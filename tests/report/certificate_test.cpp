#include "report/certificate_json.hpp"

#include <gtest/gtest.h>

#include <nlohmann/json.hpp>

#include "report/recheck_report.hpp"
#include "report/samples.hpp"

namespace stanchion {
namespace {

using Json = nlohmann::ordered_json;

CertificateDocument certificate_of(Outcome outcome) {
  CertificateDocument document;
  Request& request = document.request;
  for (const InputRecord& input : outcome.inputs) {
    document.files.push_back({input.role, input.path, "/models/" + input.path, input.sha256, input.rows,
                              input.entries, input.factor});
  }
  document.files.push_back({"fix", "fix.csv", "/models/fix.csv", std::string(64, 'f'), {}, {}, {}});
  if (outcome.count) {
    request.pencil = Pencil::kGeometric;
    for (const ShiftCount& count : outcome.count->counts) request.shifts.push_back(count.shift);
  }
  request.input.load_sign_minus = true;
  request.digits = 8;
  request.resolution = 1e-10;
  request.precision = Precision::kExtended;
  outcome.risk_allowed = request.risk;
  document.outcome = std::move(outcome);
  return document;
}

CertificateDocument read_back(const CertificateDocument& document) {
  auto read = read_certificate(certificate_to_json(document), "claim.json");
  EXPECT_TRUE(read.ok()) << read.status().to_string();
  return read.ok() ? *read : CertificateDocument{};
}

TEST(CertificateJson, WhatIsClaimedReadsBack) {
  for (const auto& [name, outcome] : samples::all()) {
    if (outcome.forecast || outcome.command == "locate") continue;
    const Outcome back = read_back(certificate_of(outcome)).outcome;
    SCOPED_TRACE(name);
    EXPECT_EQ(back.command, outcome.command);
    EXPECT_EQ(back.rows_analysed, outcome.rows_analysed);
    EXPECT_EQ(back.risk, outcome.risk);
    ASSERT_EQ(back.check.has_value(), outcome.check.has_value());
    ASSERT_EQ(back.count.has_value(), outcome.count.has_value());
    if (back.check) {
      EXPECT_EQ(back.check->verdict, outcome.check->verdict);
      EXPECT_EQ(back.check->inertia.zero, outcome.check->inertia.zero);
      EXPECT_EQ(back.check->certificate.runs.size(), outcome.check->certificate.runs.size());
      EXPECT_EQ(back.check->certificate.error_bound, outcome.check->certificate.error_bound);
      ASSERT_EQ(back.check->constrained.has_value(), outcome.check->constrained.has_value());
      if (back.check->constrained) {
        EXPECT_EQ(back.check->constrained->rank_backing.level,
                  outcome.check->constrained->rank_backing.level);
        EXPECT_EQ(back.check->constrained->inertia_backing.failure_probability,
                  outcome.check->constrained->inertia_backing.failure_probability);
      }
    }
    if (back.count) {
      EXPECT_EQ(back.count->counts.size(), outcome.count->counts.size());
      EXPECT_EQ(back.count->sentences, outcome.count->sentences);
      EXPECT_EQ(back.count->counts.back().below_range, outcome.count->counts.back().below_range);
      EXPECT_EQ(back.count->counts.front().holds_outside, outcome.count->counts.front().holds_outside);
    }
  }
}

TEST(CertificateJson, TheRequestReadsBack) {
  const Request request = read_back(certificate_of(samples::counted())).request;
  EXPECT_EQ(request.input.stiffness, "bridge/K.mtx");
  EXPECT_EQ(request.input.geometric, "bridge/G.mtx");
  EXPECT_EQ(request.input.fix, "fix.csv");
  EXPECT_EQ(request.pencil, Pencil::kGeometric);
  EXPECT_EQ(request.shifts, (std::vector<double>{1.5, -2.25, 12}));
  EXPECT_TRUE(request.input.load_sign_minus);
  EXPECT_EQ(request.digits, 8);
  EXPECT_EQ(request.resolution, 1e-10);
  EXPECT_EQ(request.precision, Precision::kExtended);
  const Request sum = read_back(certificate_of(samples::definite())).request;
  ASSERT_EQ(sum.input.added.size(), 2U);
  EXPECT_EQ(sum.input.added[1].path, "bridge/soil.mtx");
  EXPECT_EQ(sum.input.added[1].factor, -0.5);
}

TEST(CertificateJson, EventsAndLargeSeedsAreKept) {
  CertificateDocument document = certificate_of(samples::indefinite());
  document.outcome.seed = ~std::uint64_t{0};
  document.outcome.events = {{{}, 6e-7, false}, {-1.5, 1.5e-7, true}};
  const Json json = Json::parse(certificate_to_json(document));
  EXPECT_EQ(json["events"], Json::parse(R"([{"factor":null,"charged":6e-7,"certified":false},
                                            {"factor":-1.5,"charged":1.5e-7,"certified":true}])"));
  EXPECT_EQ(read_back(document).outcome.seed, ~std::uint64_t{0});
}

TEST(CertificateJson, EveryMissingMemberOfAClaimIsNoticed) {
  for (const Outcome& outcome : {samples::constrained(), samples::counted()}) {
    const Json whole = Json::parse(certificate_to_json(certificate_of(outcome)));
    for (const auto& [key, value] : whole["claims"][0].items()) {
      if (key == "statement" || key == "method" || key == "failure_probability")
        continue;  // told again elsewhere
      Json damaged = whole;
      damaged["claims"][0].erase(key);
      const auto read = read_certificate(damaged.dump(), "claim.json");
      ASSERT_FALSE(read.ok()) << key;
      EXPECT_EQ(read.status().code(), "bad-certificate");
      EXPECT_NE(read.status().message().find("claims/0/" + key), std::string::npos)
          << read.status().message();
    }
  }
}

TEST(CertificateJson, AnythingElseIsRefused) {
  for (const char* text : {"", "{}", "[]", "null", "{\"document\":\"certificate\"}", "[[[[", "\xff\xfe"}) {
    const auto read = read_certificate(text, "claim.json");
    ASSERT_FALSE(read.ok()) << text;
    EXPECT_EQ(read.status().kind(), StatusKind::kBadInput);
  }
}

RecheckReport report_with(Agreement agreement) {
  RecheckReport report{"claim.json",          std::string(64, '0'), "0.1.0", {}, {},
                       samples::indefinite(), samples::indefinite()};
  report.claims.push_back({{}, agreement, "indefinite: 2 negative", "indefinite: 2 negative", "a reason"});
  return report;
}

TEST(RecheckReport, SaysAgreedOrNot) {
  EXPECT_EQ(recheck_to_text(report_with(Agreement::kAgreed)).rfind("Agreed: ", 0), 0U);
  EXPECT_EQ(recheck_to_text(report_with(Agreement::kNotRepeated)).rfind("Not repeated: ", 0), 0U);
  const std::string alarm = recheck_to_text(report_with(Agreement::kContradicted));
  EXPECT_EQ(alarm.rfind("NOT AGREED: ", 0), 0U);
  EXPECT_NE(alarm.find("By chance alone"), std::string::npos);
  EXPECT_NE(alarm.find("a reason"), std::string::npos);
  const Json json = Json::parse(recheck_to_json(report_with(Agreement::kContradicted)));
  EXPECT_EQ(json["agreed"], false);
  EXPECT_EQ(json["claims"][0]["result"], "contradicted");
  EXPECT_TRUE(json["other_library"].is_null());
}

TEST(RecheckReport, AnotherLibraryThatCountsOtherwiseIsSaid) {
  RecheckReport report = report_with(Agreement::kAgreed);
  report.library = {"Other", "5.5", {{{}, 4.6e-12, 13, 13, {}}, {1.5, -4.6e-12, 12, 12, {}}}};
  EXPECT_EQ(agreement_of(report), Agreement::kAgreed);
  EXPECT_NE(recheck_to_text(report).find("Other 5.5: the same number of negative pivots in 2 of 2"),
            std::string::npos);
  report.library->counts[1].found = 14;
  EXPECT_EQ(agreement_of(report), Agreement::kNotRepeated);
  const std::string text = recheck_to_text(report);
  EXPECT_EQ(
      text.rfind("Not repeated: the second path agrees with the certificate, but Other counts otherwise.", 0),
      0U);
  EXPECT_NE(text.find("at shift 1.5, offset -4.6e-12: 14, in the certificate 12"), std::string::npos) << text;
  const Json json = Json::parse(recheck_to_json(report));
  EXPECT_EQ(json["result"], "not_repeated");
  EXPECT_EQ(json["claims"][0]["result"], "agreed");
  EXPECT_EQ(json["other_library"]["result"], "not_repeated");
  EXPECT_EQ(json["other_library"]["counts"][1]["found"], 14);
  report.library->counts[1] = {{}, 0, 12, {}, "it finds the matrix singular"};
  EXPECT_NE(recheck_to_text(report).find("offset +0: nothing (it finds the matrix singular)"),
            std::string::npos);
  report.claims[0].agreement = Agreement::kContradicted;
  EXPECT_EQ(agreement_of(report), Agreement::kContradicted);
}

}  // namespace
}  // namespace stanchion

====

Look at the material above and copy, word for word, its lines from the first through the one containing "CertificateDocument certificate_of(Outcome outcome)".

filename tests/report/certificate_test.cpp
#include "report/certificate_json.hpp"

#include <gtest/gtest.h>

#include <nlohmann/json.hpp>

#include "report/recheck_report.hpp"
#include "report/samples.hpp"

namespace stanchion {
namespace {

using Json = nlohmann::ordered_json;

CertificateDocument certificate_of(Outcome outcome) {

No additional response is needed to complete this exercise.